I am trying to set-up a Deep Deterministic Policy Gradient algorithm (Reinforcement Learning) with Flux. Let me give a context-free explanation of what I am trying to achieve.

Say I have two networks A and C. Network A takes as input an arbitrary vector that we call `s`

and returns a vector `a`

. Network `C`

takes as input the concatenation `vcat(s,a)`

as input and output a predicted value of taking action `a`

when `s`

is observed.

I want to train A so that it learns to output actions that will be have a good value predicted by C. Assume that C is properly trained already.

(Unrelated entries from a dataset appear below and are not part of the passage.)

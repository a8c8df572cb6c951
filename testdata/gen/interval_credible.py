#!/usr/bin/python3
"""Golden credible intervals for interval.Credible.

Writes testdata/interval_credible.tsv with rows
  k n prior_a prior_b level kind lower upper
(kind "et" equal-tailed, "hpd" highest posterior density). Posterior tail
probabilities are in interval_posterior_tail.py.

Method (independent of the Go code, which uses Newton steps on log tails):
mpmath at 40 digits; the Beta(a+k, b+n-k) distribution function by
tanh-sinh quadrature (mpmath.quad) of the density from loggamma, split
every two standard deviations; equal-tailed limits by bisection to 1e-24
relative on the distribution function; HPD limits by solving, in the lower limit L, the coverage
F(U(L)) - F(L) = level where U(L) is the root above the mode of the
equal-density equation (a-1) ln(U/L) + (b-1) ln((1-U)/(1-L)) = 0, both by
bisection to 1e-24.

Run from the repository root (about five minutes):
    /usr/bin/python3 testdata/gen/interval_credible.py
"""
import datetime

import mpmath

mpmath.mp.dps = 40

CASES = [
    # k, n, prior a, prior b, level
    (7, 30, 0.5, 0.5, 0.95),
    (7, 30, 1, 1, 0.95),
    (7, 30, 2, 8, 0.90),
    (0, 20, 0.5, 0.5, 0.95),
    (20, 20, 1, 1, 0.99),
    (1, 10, 0.5, 0.5, 0.95),
    (81, 263, 0.5, 0.5, 0.95),
    (37, 1000, 1, 1, 0.95),
    (3, 100000, 0.5, 0.5, 0.999),
    (499999, 1000000, 0.5, 0.5, 0.95),
    (5, 12, 0.3, 4.2, 0.5),
    (2, 3, 1, 1, 0.999999),
]

_norm = {}


def logpdf(a, b, x):
    if (a, b) not in _norm:
        _norm[(a, b)] = mpmath.loggamma(a + b) - mpmath.loggamma(a) - mpmath.loggamma(b)
    return (a - 1) * mpmath.log(x) + (b - 1) * mpmath.log1p(-x) + _norm[(a, b)]


def pieces(a, b, lo, hi):
    # split points every two standard deviations around the mean, so that
    # tanh-sinh quadrature sees a smooth integrand on each piece
    m = a / (a + b)
    sd = mpmath.sqrt(a * b / ((a + b) ** 2 * (a + b + 1)))
    pts = {lo, hi}
    for j in range(-40, 41, 2):
        p = m + j * sd
        if lo < p < hi:
            pts.add(p)
    return sorted(pts)


def integral(a, b, lo, hi):
    if hi <= lo:
        return mpmath.mpf(0)
    return mpmath.quad(lambda x: mpmath.exp(logpdf(a, b, x)), pieces(a, b, lo, hi))


def cdf(a, b, x):
    return integral(a, b, mpmath.mpf(0), x)


def sf(a, b, x):
    return integral(a, b, x, mpmath.mpf(1))


def bisect(f, lo, hi, tol=mpmath.mpf(10) ** -24):
    flo = f(lo)
    for _ in range(400):
        mid = (lo + hi) / 2
        fm = f(mid)
        if (fm > 0) == (flo > 0):
            lo, flo = mid, fm
        else:
            hi = mid
        if hi - lo < tol * max(abs(mid), mpmath.mpf(10) ** -300):
            break
    return (lo + hi) / 2


def bracket(a, b):
    m = a / (a + b)
    sd = mpmath.sqrt(a * b / ((a + b) ** 2 * (a + b + 1)))
    return max(mpmath.mpf(10) ** -38, m - 60 * sd), min(1 - mpmath.mpf(10) ** -38, m + 60 * sd)


def quantile(a, b, p, upper):
    lo, hi = bracket(a, b)
    if upper:
        return bisect(lambda x: p - sf(a, b, x), lo, hi)
    return bisect(lambda x: cdf(a, b, x) - p, lo, hi)


def hpd(a, b, level):
    m = (a - 1) / (a + b - 2)
    g = lambda x: (a - 1) * mpmath.log(x) + (b - 1) * mpmath.log(1 - x)

    def upper_of(L):
        c = g(L)
        return bisect(lambda u: c - g(u), m, mpmath.mpf(1) - mpmath.mpf(10) ** -38)

    def cover(L):
        return cdf(a, b, L) + sf(a, b, upper_of(L)) - (1 - level)
    L = bisect(cover, bracket(a, b)[0], m)
    return L, upper_of(L)


def main():
    rows = []
    for k, n, pa, pb, level in CASES:
        a, b = mpmath.mpf(pa) + k, mpmath.mpf(pb) + n - k
        lev = mpmath.mpf(level)
        t = (1 - lev) / 2
        rows.append("%d\t%d\t%r\t%r\t%r\tet\t%s\t%s" % (k, n, pa, pb, level, mpmath.nstr(quantile(a, b, t, False), 25), mpmath.nstr(quantile(a, b, t, True), 25)))
        if a > 1 and b > 1:
            L, U = hpd(a, b, lev)
            rows.append("%d\t%d\t%r\t%r\t%r\thpd\t%s\t%s" % (k, n, pa, pb, level, mpmath.nstr(L, 25), mpmath.nstr(U, 25)))
    with open("testdata/interval_credible.tsv", "w") as f:
        f.write("# credible intervals (k n prior_a prior_b level et|hpd lower upper) of the Beta(a+k, b+n-k) posterior\n")
        f.write("# generator: /usr/bin/python3 testdata/gen/interval_credible.py (40-digit quadrature, bisection)\n")
        f.write("# tool: mpmath %s; date %s\n" % (mpmath.__version__, datetime.date.today()))
        for r in rows:
            f.write(r + "\n")


main()
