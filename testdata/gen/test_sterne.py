#!/usr/bin/python3
"""Golden Sterne intervals (inversions of the point-probability binomial test).

Writes testdata/test_sterne.tsv. Rows (tab-separated):

  sterne k n lower upper gaps

the hull [lower, upper] of {p0 : scipy.stats.binomtest(k, n, p0).pvalue >=
0.05} (two-sided, point probability with relative tolerance 1e-7), and
gaps = 1 when some p0 inside the hull is rejected. Method, independent of
the Go code: the p-value is evaluated on a grid of 20001 values of p0;
each end is the outermost accept/reject transition, refined by 60 steps of
bisection with binomtest; gaps are transitions seen on the grid between.

Run from the repository root:  /usr/bin/python3 testdata/gen/test_sterne.py
"""
import datetime

import numpy as np
import scipy
import scipy.stats as st


def acc(k, n, p):
    return st.binomtest(k, n, p).pvalue >= 0.05


def bisect(k, n, a, b):
    """a rejected, b accepted: the boundary, returned on the accepted side."""
    for _ in range(60):
        m = 0.5 * (a + b)
        if acc(k, n, m):
            b = m
        else:
            a = m
    return b


def main():
    rows = []
    g = np.linspace(0, 1, 20001)[1:-1]
    for n in [3, 5, 8, 10, 15, 20, 30, 50]:
        for k in sorted({0, 1, 2, n // 4, n // 3, n // 2, n - 1, n}):
            a = np.array([acc(k, n, p) for p in g])
            idx = np.nonzero(a)[0]
            i0, i1 = idx[0], idx[-1]
            lo = 0.0 if k == 0 else bisect(k, n, g[i0 - 1], g[i0])
            hi = 1.0 if k == n else bisect(k, n, g[i1 + 1], g[i1])
            gaps = int(not a[i0:i1 + 1].all())
            rows.append(["sterne", k, n, repr(float(lo)), repr(float(hi)), gaps])
    with open("testdata/test_sterne.tsv", "w") as f:
        f.write("# Sterne intervals: hulls of the p0 accepted by the point-probability test (layout in the generator).\n")
        f.write("# Generator: /usr/bin/python3 testdata/gen/test_sterne.py\n")
        f.write(f"# Tool: SciPy {scipy.__version__} (Debian python3-scipy)\n")
        f.write(f"# Date: {datetime.date.today().isoformat()}\n")
        for r in rows:
            f.write("\t".join(str(x) for x in r) + "\n")


if __name__ == "__main__":
    main()
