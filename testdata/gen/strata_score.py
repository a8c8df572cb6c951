# Reference values for interval.CommonRiskDifference and
# interval.CommonRiskRatio with Method CommonStratifiedScore: the stratified
# score intervals of a common risk difference and risk ratio with
# Mantel-Haenszel weights n1 n2 / (n1 + n2) and with inverse-variance score
# weights 1 / V_i(theta) recomputed at each trial value, solved
# independently of kofn with mpmath at 50 digits.
#
# The statistic (Miettinen O, Nurminen M (1985), Statistics in Medicine
# 4:213-226; the weightings as recalled of Tang Y (2020), Statistics in
# Medicine 39:3427-3457; 50 digits):
#   Z(theta) = sum w_i (e_i - theta_i0) / sqrt(sum w_i^2 V_i(theta)),
# e_i - theta_i0 = p1^ - p2^ - delta (difference) or p1^ - rho p2^ (ratio),
# V_i the restricted variance with the factor N_i / (N_i - 1). Unlike
# kofn (which solves the Miettinen-Nurminen cubic and the ratio's quadratic
# by their roots), the restricted maximum-likelihood estimates here come
# from bisection on the derivative of the restricted log-likelihood, 140
# halvings (1e-42 of the range). The limits are defined as lower = inf{theta: Z <= z},
# upper = sup{theta: Z >= -z}, z the normal quantile at (1-level)/2 (or
# 1-level for one bound): found by a scan of 200 trial values (300 on the
# log scale of the ratio, rho in 1e-12..1e12; plus the value 0 or 1 where
# an all-failure or all-success stratum's variance vanishes) and 95
# bisections between neighbours (1e-28 of their distance). The estimate is the zero of Z nearest the
# Mantel-Haenszel estimate. Strata sets: the invented sets of
# testdata/strata_r.tsv and one more invented set, "uneven".
# The odds ratio (CommonOddsRatio with CommonStratifiedScore) has each
# stratum's score (p1^ - p1~)/(p1~ q1~) - (p2^ - p2~)/(p2~ q2~) with
# variance f (1/(n1 p1~ q1~) + 1/(n2 p2~ q2~)) (Miettinen and Nurminen 1985,
# recalled), p2~ by bisection on the margin equation n1 p1~ + n2 p2~ = x1 + x2.
# Run: /usr/bin/python3 testdata/gen/strata_score.py > testdata/strata_score.tsv (about twenty minutes)
#      /usr/bin/python3 testdata/gen/strata_score.py odds > testdata/strata_score_odds.tsv (about ten minutes)
import datetime
import sys
import mpmath as mp

mp.mp.dps = 50
sets = {}
for line in open("testdata/strata_r.tsv"):
    f = line.rstrip("\n").split("\t")
    if f[0] == "strata":
        v = [int(x) for x in f[2].split(",")]
        sets[f[1]] = [tuple(v[i:i + 4]) for i in range(0, len(v), 4)]
# invented: four clinics of very different sizes and rates
sets["uneven"] = [(9, 12, 4, 10), (40, 150, 22, 160), (3, 30, 1, 25), (70, 90, 55, 95)]


def bisect(f, lo, hi, steps=140):
    flo = f(lo)
    for _ in range(steps):
        mid = (lo + hi) / 2
        fm = f(mid)
        if (fm > 0) == (flo > 0):
            lo, flo = mid, fm
        else:
            hi = mid
    return (lo + hi) / 2


def mle_diff(x1, n1, x2, n2, d):
    lo, hi = max(mp.mpf(0), d), min(mp.mpf(1), 1 + d)
    def s(p):
        t = mp.mpf(0)
        if x1: t += x1 / p
        if n1 - x1: t -= (n1 - x1) / (1 - p)
        if x2: t += x2 / (p - d)
        if n2 - x2: t -= (n2 - x2) / (1 + d - p)
        return t
    eps = (hi - lo) * mp.mpf(10) ** -30
    if s(lo + eps) <= 0:
        p = lo
    elif s(hi - eps) >= 0:
        p = hi
    else:
        p = bisect(s, lo + eps, hi - eps)
    return p, p - d


def mle_ratio(x1, n1, x2, n2, r):
    hi = min(mp.mpf(1), 1 / r)
    def s(q):  # derivative in p2 = q
        t = mp.mpf(0)
        if x1: t += x1 / q
        if n1 - x1: t -= (n1 - x1) * r / (1 - r * q)
        if x2: t += x2 / q
        if n2 - x2: t -= (n2 - x2) / (1 - q)
        return t
    if x1 + x2 == 0:
        return mp.mpf(0), mp.mpf(0)
    eps = hi * mp.mpf(10) ** -30
    if s(hi - eps) >= 0:
        q = hi
    else:
        q = bisect(s, eps, hi - eps)
    return r * q, q


def mle_odds(x1, n1, x2, n2, psi):
    # p2 solves n1 p1(p2) + n2 p2 = x1 + x2 with p1 = psi p2 / (1 - p2 + psi p2),
    # the left side increasing in p2 on (0, 1)
    m = x1 + x2
    p1f = lambda q: psi * q / (1 - q + psi * q)
    q = bisect(lambda q: n1 * p1f(q) + n2 * q - m, mp.mpf(10) ** -45, 1 - mp.mpf(10) ** -45)
    return p1f(q), q


def zstat(ts, theta, effect, weights):
    num = vr = mp.mpf(0)
    for x1, n1, x2, n2 in ts:
        if n1 == 0 or n2 == 0:
            continue
        if effect == "ratio" and x1 + x2 == 0:
            continue
        if effect == "odds" and (x1 + x2 == 0 or x1 + x2 == n1 + n2):
            continue
        f = mp.mpf(n1 + n2) / (n1 + n2 - 1)
        if effect == "odds":
            # (p1^ - p1~)/(p1~ q1~) - (p2^ - p2~)/(p2~ q2~), variance f (1/(n1 p1~q1~) + 1/(n2 p2~q2~))
            p1, p2 = mle_odds(x1, n1, x2, n2, theta)
            e = (mp.mpf(x1) / n1 - p1) / (p1 * (1 - p1)) - (mp.mpf(x2) / n2 - p2) / (p2 * (1 - p2))
            v = f * (1 / (n1 * p1 * (1 - p1)) + 1 / (n2 * p2 * (1 - p2)))
        elif effect == "difference":
            p1, p2 = mle_diff(x1, n1, x2, n2, theta)
            e = mp.mpf(x1) / n1 - mp.mpf(x2) / n2 - theta
            v = f * (p1 * (1 - p1) / n1 + p2 * (1 - p2) / n2)
        else:
            p1, p2 = mle_ratio(x1, n1, x2, n2, theta)
            e = mp.mpf(x1) / n1 - theta * mp.mpf(x2) / n2
            v = f * (p1 * (1 - p1) / n1 + theta ** 2 * p2 * (1 - p2) / n2)
        if weights == "ivs":
            if v == 0:
                if e == 0:
                    return mp.mpf(0)  # the limit where the weight grows without bound
                return mp.inf if e > 0 else -mp.inf
            num += e / v
            vr += 1 / v
        else:
            w = mp.mpf(n1) * n2 / (n1 + n2)
            num += w * e
            vr += w * w * v
    if num == 0:
        return mp.mpf(0)
    return num / mp.sqrt(vr) if vr > 0 else (mp.inf if num > 0 else -mp.inf)


def mh(ts, effect):
    a = b = mp.mpf(0)
    for x1, n1, x2, n2 in ts:
        if n1 == 0 or n2 == 0:
            continue
        n = mp.mpf(n1 + n2)
        if effect == "odds":
            a += x1 * mp.mpf(n2 - x2) / n
            b += (n1 - x1) * mp.mpf(x2) / n
        elif effect == "difference":
            a += (x1 * mp.mpf(n2) - x2 * mp.mpf(n1)) / n
            b += n1 * mp.mpf(n2) / n
        else:
            a += x1 * mp.mpf(n2) / n
            b += x2 * mp.mpf(n1) / n
    return a / b


def limits(ts, effect, weights, level, side):
    tail = (1 - mp.mpf(level)) / (2 if side == "two-sided" else 1)
    z = -mp.sqrt(2) * mp.erfinv(2 * tail - 1)
    est0 = mh(ts, effect)
    if effect == "difference":
        a, b, m = mp.mpf(-1) + mp.mpf(10) ** -15, 1 - mp.mpf(10) ** -15, 200
        tr, inv = (lambda t: t), (lambda t: t)
        grid = [a + (b - a) * j / m for j in range(m + 1)] + [mp.mpf(0), est0]
    else:
        a, b, m = -mp.log(mp.mpf(10) ** 12), mp.log(mp.mpf(10) ** 12), 300
        tr, inv = mp.exp, mp.log
        grid = [a + (b - a) * j / m for j in range(m + 1)] + [mp.mpf(0), mp.log(est0)]
    grid.sort()
    Z = lambda t: zstat(ts, tr(t), effect, weights)
    zs = [Z(t) for t in grid]
    want_lo, want_hi = side in ("two-sided", "lower bound"), side in ("two-sided", "upper bound")
    acc = [(not want_lo or v <= z) and (not want_hi or v >= -z) for v in zs]
    first = acc.index(True)
    last = len(acc) - 1 - acc[::-1].index(True)
    lo, hi = a, b
    if want_lo and first > 0:
        lo = bisect(lambda t: Z(t) - z, grid[first - 1], grid[first], 95)
    if want_hi and last < len(grid) - 1:
        hi = bisect(lambda t: Z(t) + z, grid[last], grid[last + 1], 95)
    best, est = None, None
    for j in range(len(grid) - 1):
        if zs[j] == 0 and grid[j] == inv(est0):
            best, est = mp.mpf(0), grid[j]  # Z vanishes at the Mantel-Haenszel estimate itself
            break
        if zs[j] > 0 and zs[j + 1] < 0:
            r = bisect(Z, grid[j], grid[j + 1], 95)
            if best is None or abs(r - inv(est0)) < best:
                best, est = abs(r - inv(est0)), r
    lo_out = tr(lo) if lo > a else (mp.mpf(-1) if effect == "difference" else mp.mpf(0))
    hi_out = tr(hi) if hi < b else (mp.mpf(1) if effect == "difference" else mp.inf)
    return tr(est), lo_out, hi_out


print("# Stratified score intervals (mpmath %s, 50 digits), generated by testdata/gen/strata_score.py on %s" % (mp.__version__, datetime.date.today()))
print("# set\teffect\tweights\tlevel\tside\testimate\tlower\tupper")
effects = sys.argv[1:] or ["difference", "ratio"]
for name in ["moderate", "sparse", "large", "zeros", "uneven"]:
    for effect in effects:
        for weights in ["mh", "ivs"]:
            for level, side in [(0.95, "two-sided"), (0.9, "two-sided"), (0.95, "lower bound")]:
                e, lo, hi = limits(sets[name], effect, weights, level, side)
                print("%s\t%s\t%s\t%s\t%s\t%s\t%s\t%s" % (name, effect, weights, level, side,
                      mp.nstr(e, 17), mp.nstr(lo, 17), mp.nstr(hi, 17)))
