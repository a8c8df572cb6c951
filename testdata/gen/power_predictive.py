#!/usr/bin/python3
"""Golden operating characteristics of predictive-probability monitored
single-arm designs (Lee JJ, Liu DD (2008), Clinical Trials 5:93-106) for
power.PredictiveDesign.OC, and predictive tails for power.PredictiveAtLeast.

Writes testdata/power_predictive.tsv with rows
  design <name> final p0 thetaT thetaL thetaU prior_a prior_b looks final_need p reject early_stop expected_n
  atleast x n final need prior_a prior_b prob

Method (independent of the Go code): SciPy 1.10 (scipy.stats.beta.sf for
the final posterior, scipy.stats.betabinom.sf for the predictive
probability, scipy.stats.binom.pmf for the increments); the boundaries by
scanning every count at every look (the Go code bisects); the operating
characteristics by the same forward recursion written out with NumPy
convolutions. Double precision; the tests compare to 1e-10.

Run from the repository root (seconds):
    /usr/bin/python3 testdata/gen/power_predictive.py
"""
import datetime

import numpy as np
import scipy
from scipy import stats

DESIGNS = [
    # name, final, p0, thetaT, thetaL, thetaU, prior a, b, looks, rates
    ("continuous", 40, 0.2, 0.9, 0.05, 1.0, 0.6, 0.4, list(range(10, 40)), [0.2, 0.4]),
    ("three-looks", 30, 0.3, 0.95, 0.1, 0.99, 1.0, 1.0, [10, 20, 25], [0.3, 0.5]),
    ("jeffreys", 60, 0.15, 0.9, 0.02, 1.0, 0.5, 0.5, list(range(5, 60, 5)), [0.15, 0.3, 0.05]),
]
ATLEAST = [(7, 20, 40, 14, 0.6, 0.4), (0, 10, 100, 3, 0.5, 0.5), (30, 50, 200, 150, 1, 1), (3, 3, 10, 10, 2, 8)]


def final_need(final, p0, thetaT, a, b):
    for x in range(final + 1):
        if stats.beta.sf(p0, a + x, b + final - x) > thetaT:
            return x
    return final + 1


def pp(x, n, final, need, a, b):
    j = need - x
    m = final - n
    if j <= 0:
        return 1.0
    if j > m:
        return 0.0
    return stats.betabinom.sf(j - 1, m, a + x, b + n - x)


def oc(final, p0, thetaT, thetaL, thetaU, a, b, looks, p):
    need = final_need(final, p0, thetaT, a, b)
    cur = np.array([1.0])
    prev = 0
    reject = early = expn = 0.0
    for n in looks:
        cur = np.convolve(cur, stats.binom.pmf(np.arange(n - prev + 1), n - prev, p))
        prev = n
        for x in range(n + 1):
            v = pp(x, n, final, need, a, b)
            if v < thetaL or (thetaU < 1 and v > thetaU):
                early += cur[x]
                expn += cur[x] * n
                if v > thetaU:
                    reject += cur[x]
                cur[x] = 0.0
    cur = np.convolve(cur, stats.binom.pmf(np.arange(final - prev + 1), final - prev, p))
    expn += cur.sum() * final
    reject += cur[need:].sum()
    return need, reject, early, expn


def main():
    rows = []
    for name, final, p0, tT, tL, tU, a, b, looks, rates in DESIGNS:
        for p in rates:
            need, rej, early, expn = oc(final, p0, tT, tL, tU, a, b, looks, p)
            rows.append("design\t%s\t%d\t%r\t%r\t%r\t%r\t%r\t%r\t%s\t%d\t%r\t%.17g\t%.17g\t%.17g" % (
                name, final, p0, tT, tL, tU, a, b, ",".join(map(str, looks)), need, p, rej, early, expn))
    for x, n, final, need, a, b in ATLEAST:
        rows.append("atleast\t%d\t%d\t%d\t%d\t%r\t%r\t%.17g" % (x, n, final, need, a, b, pp(x, n, final, need, a, b)))
    with open("testdata/power_predictive.tsv", "w") as f:
        f.write("# predictive-probability designs (Lee and Liu 2008): exact operating characteristics and predictive tails\n")
        f.write("# design name final p0 thetaT thetaL thetaU prior_a prior_b looks final_need p reject early_stop expected_n\n")
        f.write("# atleast x n final need prior_a prior_b prob\n")
        f.write("# generator: /usr/bin/python3 testdata/gen/power_predictive.py\n")
        f.write("# tool: SciPy %s, NumPy %s; date %s\n" % (scipy.__version__, np.__version__, datetime.date.today()))
        for r in rows:
            f.write(r + "\n")


main()
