#!/usr/bin/python3
"""Exact power of McNemar's exact conditional (and mid-p) test by enumeration.

Writes ../power_paired.tsv: for each case (p10, p01, alpha, alternative, mid)
and n = 1..nmax pairs, the power, summing the multinomial probabilities of
all (n10, n01) whose conditional p-value (Binomial(n10 + n01, 1/2), two-sided
as twice the smaller tail, capped at 1) is below alpha, and the first and
stable n reaching the target.

Run: /usr/bin/python3 testdata/gen/power_paired.py   (from the repo root)
"""
import datetime, math, os
import numpy as np
import scipy
from scipy.special import gammaln
from scipy.stats import binom, norm

CASES = [
    # name, p10, p01, alpha, alternative, mid, nmax, target
    ("ex2", 0.25, 0.10, 0.05, "two-sided", 0, 200, 0.80),
    ("mid2", 0.20, 0.05, 0.05, "two-sided", 1, 160, 0.80),
    ("gt", 0.15, 0.05, 0.05, "greater", 0, 220, 0.80),
    # mid = 2: the asymptotic chi-square test, z = (n10 - n01)/sqrt(n10 + n01)
    ("asy", 0.22, 0.10, 0.05, "two-sided", 2, 200, 0.80),
]


def pval(x, d, alt, mid):
    if d == 0:
        return 1.0
    if mid == 2:
        z = (2 * x - d) / math.sqrt(d)
        if alt == "greater":
            return norm.sf(z)
        if alt == "less":
            return norm.cdf(z)
        return 2 * norm.sf(abs(z))
    f = binom.pmf(x, d, 0.5)
    lo = binom.cdf(x, d, 0.5) - (f / 2 if mid else 0)
    hi = binom.sf(x - 1, d, 0.5) - (f / 2 if mid else 0)
    if alt == "greater":
        return hi
    if alt == "less":
        return lo
    return min(1.0, 2 * min(lo, hi))


def main():
    here = os.path.dirname(os.path.abspath(__file__))
    rows, summary = [], []
    for name, p10, p01, alpha, alt, mid, nmax, target in CASES:
        # rej[a, b]: the table with n10 = a, n01 = b is rejected
        rej = np.zeros((nmax + 1, nmax + 1), dtype=bool)
        for a in range(nmax + 1):
            for b in range(nmax + 1 - a):
                rej[a, b] = pval(a, a + b, alt, mid) < alpha
        pw = []
        A, B = np.meshgrid(np.arange(nmax + 1), np.arange(nmax + 1), indexing="ij")
        for n in range(1, nmax + 1):
            m = (A + B <= n) & rej
            a, b = A[m], B[m]
            c = n - a - b
            lp = (gammaln(n + 1) - gammaln(a + 1) - gammaln(b + 1) - gammaln(c + 1)
                  + a * np.log(p10) + b * np.log(p01) + c * np.log1p(-(p10 + p01)))
            tot = float(np.exp(lp).sum())
            pw.append(tot)
            rows.append(f"{name}\t{n}\t{tot:.15g}")
        first = next(i + 1 for i, v in enumerate(pw) if v >= target)
        last_fail = max(i + 1 for i, v in enumerate(pw) if v < target)
        summary.append(f"# case {name}\tp10={p10}\tp01={p01}\talpha={alpha}\t{alt}\tmid={mid}\tnmax={nmax}\ttarget={target}\tfirst={first}\tstable={last_fail + 1}")
    with open(os.path.join(here, "..", "power_paired.tsv"), "w") as fh:
        fh.write("# Exact power of McNemar's exact conditional test (two-sided: twice the smaller\n")
        fh.write("# Binomial(d, 1/2) tail; mid=1: mid-p; mid=2: asymptotic chi-square, z = (n10-n01)/sqrt(n10+n01)),\n# reject when p < alpha, n = 1..nmax pairs,\n")
        fh.write("# by enumeration of every (n10, n01) with multinomial probabilities.\n")
        fh.write("# Generator: /usr/bin/python3 testdata/gen/power_paired.py\n")
        fh.write(f"# Tool: SciPy {scipy.__version__}, NumPy {np.__version__}; date {datetime.date.today()}\n")
        for s in summary:
            fh.write(s + "\n")
        fh.write("# columns: case\tn\tpower\n")
        fh.write("\n".join(rows) + "\n")


if __name__ == "__main__":
    main()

What I did is :

```
opt = ADAM()
A = Chain(Dense(5,3,relu), Dense(3,2,relu)) # size of a is (2,1)
C = Chain(Dense(7,4,relu), Dense(4,1)) #7 inputs is 5 + 2 (s + a)
... #assume C is trained here
loss(s, A, C) = -mean(C(vcat(s,A(s)))
function onetrainingiteration()
data = rand(5,8000) #generate 8000 random s vectors
xs = Flux.params(A, C)
gs = Tracker.gradient(() -> loss (data, A, C), xs)
Tracker.update!(opt, Flux.params(A), gs)
end
```

Notice that I compute the gradient using both A and C’s parameters but I only give A’s parameters to `update!()`

. The idea is that to compute the gradient, Tracker needs the parameters of both networks but I do not want the update to mess with C, otherwise it would bias C to output a very large estimation.

Obviously if I come here is because A does not seem to learn at all. Anyone would do this differently ? Am I right to give C’s parameters to `gradient()`

?

For those a bit familiar with RL, A is an actor network and C is a critic. By criticizing A, C is supposed to help it improve its decision making (its policy).